====== Task input

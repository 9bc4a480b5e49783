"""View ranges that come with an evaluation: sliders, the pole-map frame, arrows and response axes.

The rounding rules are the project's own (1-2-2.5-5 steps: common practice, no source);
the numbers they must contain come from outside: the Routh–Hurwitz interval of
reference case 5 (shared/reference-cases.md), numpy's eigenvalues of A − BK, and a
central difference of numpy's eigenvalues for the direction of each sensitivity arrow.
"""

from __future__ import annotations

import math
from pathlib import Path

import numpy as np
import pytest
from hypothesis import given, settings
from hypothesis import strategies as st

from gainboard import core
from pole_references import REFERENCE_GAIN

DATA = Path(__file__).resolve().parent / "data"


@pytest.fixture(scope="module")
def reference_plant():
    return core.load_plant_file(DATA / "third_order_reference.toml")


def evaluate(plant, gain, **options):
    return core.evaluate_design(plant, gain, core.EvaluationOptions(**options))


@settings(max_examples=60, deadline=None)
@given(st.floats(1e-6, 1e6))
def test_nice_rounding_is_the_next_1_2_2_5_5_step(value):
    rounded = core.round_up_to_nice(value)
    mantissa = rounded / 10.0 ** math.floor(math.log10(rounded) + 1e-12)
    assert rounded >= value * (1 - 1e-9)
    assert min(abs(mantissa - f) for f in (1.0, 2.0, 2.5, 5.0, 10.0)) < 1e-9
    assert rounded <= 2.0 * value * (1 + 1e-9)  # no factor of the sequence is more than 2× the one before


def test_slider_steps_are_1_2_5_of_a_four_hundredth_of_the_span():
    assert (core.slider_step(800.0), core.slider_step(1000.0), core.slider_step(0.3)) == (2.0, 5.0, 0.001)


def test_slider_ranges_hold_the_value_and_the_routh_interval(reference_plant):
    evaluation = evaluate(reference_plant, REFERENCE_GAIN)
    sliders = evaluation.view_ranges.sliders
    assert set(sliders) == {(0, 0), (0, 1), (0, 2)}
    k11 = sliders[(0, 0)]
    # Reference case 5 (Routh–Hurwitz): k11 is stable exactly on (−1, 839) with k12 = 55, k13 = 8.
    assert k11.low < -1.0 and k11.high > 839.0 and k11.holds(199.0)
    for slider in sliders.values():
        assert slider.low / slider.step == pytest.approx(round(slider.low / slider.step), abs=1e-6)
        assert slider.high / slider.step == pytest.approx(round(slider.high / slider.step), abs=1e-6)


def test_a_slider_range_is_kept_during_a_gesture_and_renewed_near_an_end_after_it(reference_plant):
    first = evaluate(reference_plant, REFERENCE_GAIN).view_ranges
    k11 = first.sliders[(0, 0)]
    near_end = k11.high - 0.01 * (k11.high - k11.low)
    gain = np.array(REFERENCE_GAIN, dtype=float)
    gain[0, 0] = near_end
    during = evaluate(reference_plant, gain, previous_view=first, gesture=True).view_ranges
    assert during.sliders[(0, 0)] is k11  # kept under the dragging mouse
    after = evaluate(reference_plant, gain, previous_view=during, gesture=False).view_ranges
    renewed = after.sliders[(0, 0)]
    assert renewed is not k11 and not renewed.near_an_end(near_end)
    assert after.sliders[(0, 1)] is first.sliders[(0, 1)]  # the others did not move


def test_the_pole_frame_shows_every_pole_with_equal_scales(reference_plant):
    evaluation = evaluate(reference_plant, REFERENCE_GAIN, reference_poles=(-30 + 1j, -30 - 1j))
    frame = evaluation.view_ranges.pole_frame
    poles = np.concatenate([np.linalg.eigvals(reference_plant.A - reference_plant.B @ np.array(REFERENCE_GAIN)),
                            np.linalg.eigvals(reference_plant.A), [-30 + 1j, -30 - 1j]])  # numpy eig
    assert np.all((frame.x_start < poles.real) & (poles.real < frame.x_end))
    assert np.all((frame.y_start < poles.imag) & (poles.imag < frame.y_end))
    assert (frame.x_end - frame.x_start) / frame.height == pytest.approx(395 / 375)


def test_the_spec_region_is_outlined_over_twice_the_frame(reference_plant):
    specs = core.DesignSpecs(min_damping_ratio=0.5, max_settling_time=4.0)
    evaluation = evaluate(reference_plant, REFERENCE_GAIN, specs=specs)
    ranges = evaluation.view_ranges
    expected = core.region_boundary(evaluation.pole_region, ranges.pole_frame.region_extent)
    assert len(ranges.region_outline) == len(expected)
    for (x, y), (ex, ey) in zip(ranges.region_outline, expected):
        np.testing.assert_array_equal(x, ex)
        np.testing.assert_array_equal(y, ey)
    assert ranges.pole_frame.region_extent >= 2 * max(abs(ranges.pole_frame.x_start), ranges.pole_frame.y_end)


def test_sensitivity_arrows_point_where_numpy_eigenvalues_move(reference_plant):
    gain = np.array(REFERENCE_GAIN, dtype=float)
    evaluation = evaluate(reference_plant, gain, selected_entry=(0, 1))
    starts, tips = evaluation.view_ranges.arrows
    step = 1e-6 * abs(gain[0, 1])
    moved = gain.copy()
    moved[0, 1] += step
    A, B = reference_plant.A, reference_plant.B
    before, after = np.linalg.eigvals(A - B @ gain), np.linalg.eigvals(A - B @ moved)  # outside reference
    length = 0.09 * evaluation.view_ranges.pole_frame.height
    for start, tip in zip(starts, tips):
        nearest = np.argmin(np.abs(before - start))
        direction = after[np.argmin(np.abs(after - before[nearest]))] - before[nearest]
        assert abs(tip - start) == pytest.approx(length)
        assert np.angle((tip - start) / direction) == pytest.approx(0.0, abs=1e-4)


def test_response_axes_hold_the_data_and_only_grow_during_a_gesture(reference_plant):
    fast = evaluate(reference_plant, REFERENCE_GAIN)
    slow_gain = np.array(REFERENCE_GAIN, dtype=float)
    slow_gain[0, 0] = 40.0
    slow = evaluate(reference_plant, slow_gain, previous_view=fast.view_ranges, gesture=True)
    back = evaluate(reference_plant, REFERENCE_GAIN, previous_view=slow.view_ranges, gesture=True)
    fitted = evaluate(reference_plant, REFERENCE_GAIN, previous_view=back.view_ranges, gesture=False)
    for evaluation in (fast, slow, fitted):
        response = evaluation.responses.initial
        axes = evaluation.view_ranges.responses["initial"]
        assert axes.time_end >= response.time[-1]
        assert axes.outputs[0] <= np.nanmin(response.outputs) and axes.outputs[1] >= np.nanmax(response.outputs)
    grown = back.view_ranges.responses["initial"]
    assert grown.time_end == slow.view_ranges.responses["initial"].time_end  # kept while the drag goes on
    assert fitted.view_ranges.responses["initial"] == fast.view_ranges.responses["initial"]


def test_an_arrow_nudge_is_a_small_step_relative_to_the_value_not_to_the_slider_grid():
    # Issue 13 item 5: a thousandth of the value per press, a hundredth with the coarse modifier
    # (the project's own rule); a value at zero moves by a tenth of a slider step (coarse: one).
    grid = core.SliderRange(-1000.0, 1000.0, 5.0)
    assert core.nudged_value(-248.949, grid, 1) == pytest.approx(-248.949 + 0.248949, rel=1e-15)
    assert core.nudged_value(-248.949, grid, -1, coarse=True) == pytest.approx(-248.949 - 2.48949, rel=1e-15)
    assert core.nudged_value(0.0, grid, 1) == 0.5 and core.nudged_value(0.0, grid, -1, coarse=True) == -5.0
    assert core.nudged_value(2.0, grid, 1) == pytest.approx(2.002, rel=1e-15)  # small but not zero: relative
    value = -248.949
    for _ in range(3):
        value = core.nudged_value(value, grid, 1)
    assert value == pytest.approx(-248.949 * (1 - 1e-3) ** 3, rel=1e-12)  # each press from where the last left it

============
====== Task input

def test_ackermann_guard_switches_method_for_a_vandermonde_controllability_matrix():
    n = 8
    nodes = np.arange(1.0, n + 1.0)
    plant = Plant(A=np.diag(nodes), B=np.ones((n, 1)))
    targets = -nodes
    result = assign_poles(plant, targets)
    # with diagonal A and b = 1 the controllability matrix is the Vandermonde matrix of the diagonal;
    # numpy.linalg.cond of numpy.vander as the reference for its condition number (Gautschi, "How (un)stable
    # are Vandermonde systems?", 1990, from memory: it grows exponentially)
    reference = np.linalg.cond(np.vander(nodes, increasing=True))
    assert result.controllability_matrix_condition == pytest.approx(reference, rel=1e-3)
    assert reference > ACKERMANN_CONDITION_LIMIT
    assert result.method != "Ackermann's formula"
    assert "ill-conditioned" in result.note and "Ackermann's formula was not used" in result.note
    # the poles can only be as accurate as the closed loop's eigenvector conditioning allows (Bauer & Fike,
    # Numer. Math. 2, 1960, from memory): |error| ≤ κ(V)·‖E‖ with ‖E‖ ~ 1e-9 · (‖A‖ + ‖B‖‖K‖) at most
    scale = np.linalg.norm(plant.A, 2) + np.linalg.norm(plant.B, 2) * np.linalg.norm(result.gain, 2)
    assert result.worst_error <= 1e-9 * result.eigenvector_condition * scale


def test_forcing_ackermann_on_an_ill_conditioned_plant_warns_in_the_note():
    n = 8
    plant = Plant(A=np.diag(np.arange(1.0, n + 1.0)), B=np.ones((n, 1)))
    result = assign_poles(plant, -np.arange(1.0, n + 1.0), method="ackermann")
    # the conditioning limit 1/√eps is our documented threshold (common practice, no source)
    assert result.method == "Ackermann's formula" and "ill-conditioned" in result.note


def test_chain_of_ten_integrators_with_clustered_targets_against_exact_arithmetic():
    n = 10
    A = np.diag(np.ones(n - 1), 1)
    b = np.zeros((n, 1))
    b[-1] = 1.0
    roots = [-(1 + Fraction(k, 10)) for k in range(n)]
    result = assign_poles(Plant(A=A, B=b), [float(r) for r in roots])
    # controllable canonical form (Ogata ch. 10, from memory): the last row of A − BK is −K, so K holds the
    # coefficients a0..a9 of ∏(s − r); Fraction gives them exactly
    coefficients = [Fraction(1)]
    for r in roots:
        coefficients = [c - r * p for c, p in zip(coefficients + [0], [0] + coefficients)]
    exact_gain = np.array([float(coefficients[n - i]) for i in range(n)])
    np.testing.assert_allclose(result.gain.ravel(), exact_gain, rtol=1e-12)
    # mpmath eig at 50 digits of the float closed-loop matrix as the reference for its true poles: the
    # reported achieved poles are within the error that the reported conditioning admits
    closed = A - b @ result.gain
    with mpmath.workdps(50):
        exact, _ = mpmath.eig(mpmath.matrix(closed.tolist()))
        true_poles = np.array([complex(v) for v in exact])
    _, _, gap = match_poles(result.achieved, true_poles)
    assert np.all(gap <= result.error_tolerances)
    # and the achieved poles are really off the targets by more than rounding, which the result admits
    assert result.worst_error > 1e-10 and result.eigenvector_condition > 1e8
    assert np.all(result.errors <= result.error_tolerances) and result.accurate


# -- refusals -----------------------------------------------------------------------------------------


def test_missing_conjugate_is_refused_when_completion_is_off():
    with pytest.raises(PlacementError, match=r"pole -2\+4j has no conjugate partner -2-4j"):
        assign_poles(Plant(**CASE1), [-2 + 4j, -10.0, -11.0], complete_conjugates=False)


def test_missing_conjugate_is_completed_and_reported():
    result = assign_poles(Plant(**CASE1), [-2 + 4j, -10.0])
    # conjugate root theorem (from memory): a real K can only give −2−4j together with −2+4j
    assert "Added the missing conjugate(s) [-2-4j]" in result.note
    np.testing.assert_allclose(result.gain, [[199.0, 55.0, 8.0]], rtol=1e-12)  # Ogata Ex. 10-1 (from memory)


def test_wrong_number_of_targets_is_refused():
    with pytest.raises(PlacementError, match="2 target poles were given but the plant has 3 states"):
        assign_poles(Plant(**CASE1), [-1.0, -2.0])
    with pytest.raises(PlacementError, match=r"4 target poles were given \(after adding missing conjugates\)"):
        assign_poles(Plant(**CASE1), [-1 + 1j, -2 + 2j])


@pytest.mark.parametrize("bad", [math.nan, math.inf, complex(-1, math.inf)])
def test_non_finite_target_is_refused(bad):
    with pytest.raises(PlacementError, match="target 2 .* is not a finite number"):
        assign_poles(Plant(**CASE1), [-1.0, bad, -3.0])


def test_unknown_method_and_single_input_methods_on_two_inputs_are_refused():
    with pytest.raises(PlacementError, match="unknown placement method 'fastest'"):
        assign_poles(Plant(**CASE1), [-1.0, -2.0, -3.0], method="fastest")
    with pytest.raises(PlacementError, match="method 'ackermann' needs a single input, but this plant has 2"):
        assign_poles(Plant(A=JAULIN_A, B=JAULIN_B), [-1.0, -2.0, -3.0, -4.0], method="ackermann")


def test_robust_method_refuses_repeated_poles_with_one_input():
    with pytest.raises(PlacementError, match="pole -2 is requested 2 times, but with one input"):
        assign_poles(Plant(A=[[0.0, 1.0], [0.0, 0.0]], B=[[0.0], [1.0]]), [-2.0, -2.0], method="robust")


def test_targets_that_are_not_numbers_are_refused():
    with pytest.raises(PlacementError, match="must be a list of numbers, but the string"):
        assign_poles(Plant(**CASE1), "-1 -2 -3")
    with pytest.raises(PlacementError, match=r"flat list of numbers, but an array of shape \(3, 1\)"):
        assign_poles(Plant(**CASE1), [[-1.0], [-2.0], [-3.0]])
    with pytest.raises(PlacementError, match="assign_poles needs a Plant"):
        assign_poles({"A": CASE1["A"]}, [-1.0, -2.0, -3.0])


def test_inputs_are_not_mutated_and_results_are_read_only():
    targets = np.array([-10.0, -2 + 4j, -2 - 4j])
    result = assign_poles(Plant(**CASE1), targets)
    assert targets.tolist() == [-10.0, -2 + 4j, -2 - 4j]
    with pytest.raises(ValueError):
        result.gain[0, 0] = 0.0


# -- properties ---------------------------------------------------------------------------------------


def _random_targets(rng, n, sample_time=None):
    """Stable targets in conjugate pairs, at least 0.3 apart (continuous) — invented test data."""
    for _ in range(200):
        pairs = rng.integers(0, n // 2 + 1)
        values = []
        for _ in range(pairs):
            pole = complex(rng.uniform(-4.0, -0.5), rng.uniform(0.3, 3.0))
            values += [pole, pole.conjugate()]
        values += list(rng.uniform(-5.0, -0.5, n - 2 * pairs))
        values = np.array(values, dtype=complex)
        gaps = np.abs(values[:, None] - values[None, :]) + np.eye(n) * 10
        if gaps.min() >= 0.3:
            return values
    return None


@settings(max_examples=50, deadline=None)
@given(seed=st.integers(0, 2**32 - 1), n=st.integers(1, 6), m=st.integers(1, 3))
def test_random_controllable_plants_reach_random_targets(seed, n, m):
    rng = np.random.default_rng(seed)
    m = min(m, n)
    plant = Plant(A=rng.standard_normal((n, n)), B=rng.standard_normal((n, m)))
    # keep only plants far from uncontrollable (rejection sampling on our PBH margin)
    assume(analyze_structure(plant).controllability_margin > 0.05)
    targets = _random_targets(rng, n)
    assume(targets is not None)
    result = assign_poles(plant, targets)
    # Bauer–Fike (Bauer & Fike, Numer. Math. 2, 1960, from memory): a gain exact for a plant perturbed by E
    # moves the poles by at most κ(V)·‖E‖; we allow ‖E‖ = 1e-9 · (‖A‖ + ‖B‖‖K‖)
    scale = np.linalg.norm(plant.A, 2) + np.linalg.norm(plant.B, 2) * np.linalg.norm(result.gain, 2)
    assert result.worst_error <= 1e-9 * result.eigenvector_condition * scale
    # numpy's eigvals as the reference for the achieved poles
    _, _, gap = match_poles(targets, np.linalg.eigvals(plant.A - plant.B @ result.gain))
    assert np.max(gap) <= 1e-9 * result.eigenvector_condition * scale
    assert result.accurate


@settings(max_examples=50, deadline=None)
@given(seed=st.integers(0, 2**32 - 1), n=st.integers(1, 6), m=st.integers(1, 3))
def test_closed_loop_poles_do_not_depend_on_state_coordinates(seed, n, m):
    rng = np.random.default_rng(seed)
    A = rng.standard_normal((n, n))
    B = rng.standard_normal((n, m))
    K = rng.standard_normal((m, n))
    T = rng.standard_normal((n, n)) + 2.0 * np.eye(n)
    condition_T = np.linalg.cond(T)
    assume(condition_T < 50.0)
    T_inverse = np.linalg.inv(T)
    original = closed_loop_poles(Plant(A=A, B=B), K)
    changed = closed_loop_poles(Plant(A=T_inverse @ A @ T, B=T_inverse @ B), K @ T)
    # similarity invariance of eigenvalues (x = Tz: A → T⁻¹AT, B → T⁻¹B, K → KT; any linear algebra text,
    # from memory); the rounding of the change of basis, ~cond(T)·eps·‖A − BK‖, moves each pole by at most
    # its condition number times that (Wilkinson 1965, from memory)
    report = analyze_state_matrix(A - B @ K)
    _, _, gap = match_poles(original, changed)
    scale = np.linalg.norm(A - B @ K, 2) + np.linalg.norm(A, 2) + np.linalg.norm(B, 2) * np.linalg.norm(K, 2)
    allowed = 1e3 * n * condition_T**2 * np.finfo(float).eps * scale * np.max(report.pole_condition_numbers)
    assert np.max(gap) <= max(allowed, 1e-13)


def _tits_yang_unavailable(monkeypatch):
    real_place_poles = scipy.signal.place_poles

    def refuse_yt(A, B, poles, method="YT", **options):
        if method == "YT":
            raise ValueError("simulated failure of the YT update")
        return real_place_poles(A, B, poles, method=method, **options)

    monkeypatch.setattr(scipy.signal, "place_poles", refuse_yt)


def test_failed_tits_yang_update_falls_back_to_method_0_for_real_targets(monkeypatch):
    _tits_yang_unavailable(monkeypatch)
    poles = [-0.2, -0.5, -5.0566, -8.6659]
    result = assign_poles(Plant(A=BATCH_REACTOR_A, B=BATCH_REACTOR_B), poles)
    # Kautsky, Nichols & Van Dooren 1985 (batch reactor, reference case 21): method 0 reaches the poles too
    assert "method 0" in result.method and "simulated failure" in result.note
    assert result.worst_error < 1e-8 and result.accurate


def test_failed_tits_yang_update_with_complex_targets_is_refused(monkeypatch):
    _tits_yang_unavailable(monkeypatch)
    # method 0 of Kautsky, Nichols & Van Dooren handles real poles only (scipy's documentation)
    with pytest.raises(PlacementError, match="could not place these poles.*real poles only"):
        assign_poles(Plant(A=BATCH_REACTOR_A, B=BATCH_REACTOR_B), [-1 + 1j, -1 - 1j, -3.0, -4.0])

============

Description of the task ::
From the records above, pull out each line that has "None".

Exercise solution ::
@settings(max_examples=60, deadline=None)
def _random_targets(rng, n, sample_time=None):
        gaps = np.abs(values[:, None] - values[None, :]) + np.eye(n) * 10
    return None
@settings(max_examples=50, deadline=None)
    assume(targets is not None)
@settings(max_examples=50, deadline=None)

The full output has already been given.